Every line in the records below between the one holding "return [np.concatenate(part) for" and the one holding "name in shape.__slots__)", inclusive, is to be set down exactly; all other lines are to be left out.

_Data excerpts_:
=== Section Start ===

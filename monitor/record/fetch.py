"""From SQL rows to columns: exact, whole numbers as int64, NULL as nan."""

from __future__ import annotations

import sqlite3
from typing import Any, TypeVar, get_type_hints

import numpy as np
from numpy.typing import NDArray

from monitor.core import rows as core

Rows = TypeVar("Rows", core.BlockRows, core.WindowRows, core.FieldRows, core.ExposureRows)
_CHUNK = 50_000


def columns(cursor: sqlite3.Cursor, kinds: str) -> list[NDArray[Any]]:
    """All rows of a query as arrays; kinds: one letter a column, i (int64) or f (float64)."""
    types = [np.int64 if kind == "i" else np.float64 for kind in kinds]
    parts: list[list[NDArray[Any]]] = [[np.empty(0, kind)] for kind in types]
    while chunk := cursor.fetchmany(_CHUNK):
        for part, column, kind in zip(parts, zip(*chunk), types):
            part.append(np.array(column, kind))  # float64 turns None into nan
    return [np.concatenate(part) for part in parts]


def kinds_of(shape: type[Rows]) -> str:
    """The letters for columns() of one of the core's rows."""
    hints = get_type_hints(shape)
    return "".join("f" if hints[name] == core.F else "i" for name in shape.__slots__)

=== Section End ===
=== Section Start ===

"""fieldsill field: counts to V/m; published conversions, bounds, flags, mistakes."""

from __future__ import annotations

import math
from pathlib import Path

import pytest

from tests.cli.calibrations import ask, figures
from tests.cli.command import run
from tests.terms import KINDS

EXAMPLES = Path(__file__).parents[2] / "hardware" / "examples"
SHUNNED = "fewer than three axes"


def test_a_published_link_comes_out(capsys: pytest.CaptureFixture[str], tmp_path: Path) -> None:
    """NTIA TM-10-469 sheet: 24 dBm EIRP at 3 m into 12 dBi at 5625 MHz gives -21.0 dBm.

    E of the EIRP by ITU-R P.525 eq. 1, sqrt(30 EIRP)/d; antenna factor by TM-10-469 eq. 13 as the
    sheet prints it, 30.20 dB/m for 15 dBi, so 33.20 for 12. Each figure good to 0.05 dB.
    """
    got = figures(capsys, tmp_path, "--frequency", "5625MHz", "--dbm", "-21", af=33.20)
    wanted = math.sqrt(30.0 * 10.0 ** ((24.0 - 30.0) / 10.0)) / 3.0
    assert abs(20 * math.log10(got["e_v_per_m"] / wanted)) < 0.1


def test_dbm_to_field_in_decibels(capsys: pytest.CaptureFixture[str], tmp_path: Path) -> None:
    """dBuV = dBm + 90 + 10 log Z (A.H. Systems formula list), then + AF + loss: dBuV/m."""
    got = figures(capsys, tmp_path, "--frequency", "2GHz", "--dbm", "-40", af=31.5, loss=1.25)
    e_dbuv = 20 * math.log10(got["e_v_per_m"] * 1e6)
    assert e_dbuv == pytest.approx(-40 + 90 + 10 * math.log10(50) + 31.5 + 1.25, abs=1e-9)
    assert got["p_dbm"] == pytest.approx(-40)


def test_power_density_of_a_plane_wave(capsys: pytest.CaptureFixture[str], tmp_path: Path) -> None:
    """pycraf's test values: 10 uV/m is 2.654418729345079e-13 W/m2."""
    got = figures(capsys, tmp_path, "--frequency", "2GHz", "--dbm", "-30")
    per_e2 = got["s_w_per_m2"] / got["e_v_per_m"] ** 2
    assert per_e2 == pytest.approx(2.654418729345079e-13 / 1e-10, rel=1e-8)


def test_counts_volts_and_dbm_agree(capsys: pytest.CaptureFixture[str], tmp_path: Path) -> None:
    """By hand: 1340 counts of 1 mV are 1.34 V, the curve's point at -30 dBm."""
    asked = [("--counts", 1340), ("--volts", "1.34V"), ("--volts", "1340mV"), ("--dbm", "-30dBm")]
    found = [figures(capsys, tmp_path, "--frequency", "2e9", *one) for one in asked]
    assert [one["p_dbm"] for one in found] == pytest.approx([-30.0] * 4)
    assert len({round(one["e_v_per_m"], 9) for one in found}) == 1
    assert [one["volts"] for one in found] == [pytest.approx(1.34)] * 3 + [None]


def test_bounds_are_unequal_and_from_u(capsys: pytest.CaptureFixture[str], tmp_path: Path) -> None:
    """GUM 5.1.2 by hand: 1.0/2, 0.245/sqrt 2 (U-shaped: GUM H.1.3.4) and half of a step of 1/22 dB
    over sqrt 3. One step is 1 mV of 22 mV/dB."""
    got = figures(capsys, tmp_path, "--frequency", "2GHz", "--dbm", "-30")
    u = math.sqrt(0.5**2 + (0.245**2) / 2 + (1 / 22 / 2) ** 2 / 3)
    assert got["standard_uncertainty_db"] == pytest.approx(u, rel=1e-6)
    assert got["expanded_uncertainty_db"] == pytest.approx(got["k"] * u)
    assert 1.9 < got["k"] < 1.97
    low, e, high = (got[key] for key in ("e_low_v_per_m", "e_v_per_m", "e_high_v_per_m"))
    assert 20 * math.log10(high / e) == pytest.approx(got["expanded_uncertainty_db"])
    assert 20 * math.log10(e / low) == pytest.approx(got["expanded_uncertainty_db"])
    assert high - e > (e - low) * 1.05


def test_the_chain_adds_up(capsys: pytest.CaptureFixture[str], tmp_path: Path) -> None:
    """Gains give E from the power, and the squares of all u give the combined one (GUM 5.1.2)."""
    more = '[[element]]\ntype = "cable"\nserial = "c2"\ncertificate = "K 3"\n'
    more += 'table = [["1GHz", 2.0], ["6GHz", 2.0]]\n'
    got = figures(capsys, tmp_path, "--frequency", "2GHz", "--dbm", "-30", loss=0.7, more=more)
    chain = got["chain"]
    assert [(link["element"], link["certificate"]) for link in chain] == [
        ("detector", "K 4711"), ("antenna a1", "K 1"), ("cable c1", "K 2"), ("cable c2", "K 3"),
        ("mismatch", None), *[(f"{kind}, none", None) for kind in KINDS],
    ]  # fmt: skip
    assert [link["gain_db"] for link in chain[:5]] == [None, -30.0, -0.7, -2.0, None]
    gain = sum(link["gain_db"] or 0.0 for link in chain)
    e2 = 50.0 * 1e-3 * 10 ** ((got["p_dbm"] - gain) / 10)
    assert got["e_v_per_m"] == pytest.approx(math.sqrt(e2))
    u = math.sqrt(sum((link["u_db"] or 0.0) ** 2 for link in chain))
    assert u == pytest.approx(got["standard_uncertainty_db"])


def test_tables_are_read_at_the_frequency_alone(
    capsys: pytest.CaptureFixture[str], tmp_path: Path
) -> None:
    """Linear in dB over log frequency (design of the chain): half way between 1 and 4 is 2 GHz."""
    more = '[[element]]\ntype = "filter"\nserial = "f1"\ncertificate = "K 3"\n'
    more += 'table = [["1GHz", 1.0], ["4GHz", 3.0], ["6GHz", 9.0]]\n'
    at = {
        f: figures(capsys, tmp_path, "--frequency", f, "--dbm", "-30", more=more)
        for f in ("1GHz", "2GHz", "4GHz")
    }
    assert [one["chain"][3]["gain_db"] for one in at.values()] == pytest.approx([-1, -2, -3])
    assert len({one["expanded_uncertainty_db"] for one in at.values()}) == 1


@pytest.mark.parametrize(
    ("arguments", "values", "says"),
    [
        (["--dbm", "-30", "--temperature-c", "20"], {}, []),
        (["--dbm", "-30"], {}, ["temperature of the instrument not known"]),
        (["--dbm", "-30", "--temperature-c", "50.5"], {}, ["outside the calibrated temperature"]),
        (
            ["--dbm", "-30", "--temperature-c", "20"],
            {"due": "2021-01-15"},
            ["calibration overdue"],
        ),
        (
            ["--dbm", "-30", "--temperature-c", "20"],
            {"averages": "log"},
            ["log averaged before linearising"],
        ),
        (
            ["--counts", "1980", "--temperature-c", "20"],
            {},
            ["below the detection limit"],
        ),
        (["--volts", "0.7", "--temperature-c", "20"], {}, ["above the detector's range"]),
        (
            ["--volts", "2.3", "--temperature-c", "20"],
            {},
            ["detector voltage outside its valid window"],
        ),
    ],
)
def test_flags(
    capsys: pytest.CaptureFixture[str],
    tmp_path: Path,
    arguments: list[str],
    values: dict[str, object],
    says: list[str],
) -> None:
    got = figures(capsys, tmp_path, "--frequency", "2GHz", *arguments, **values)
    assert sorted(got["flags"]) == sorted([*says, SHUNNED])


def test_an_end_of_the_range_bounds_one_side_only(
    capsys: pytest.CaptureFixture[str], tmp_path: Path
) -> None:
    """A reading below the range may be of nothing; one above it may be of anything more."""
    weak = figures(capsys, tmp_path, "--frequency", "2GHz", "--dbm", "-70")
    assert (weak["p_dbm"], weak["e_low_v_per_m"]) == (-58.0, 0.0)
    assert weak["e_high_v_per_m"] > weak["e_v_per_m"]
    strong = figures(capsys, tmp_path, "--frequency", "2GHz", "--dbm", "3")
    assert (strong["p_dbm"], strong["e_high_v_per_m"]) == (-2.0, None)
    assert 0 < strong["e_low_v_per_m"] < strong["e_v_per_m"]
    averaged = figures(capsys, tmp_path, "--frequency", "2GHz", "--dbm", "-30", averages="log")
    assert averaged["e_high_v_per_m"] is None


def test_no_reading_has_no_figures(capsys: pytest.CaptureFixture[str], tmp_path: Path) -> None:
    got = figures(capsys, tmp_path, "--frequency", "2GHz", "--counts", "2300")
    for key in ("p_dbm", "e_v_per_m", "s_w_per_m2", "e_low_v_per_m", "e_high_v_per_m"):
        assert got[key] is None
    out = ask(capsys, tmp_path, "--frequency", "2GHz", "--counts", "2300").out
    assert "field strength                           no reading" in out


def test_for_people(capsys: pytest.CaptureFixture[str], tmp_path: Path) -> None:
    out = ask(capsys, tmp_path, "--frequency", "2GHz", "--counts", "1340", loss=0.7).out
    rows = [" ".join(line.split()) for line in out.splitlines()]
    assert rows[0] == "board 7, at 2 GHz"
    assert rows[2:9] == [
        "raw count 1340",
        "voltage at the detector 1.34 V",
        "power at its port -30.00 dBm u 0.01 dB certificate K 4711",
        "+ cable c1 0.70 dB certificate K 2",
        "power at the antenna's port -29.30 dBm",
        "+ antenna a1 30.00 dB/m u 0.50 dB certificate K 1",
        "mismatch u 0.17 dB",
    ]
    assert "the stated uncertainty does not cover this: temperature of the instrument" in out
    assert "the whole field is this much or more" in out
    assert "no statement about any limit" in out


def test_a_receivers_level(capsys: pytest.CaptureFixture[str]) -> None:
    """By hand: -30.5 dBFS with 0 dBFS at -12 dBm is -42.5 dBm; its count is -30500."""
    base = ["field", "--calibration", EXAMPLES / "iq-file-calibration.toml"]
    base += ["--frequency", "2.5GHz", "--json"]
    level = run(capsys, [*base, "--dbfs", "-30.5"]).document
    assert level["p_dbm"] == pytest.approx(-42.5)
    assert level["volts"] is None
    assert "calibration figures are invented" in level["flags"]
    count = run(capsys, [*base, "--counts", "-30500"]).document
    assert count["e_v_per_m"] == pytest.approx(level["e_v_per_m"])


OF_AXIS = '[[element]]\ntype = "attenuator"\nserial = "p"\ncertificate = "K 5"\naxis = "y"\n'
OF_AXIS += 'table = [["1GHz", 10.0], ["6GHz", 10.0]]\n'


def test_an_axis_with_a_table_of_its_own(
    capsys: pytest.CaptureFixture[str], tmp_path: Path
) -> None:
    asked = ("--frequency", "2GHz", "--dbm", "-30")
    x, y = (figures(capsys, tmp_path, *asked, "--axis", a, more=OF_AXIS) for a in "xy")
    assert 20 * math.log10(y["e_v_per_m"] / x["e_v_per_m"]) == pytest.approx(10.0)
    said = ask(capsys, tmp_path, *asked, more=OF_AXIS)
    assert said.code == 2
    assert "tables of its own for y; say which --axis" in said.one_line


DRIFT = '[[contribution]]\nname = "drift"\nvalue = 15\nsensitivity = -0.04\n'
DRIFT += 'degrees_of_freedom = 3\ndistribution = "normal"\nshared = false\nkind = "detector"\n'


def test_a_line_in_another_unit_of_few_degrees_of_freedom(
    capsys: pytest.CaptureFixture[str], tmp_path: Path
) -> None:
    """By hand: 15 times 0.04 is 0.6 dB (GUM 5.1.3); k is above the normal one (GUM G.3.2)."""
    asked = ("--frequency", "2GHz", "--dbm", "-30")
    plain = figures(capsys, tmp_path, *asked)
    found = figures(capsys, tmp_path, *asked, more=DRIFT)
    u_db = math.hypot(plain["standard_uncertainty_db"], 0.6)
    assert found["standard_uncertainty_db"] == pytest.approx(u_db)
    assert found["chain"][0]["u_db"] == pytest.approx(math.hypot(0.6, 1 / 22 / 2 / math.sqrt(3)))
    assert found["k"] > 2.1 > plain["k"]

=== Section End ===

_Response_:
    return [np.concatenate(part) for part in parts]


def kinds_of(shape: type[Rows]) -> str:
    """The letters for columns() of one of the core's rows."""
    hints = get_type_hints(shape)
    return "".join("f" if hints[name] == core.F else "i" for name in shape.__slots__)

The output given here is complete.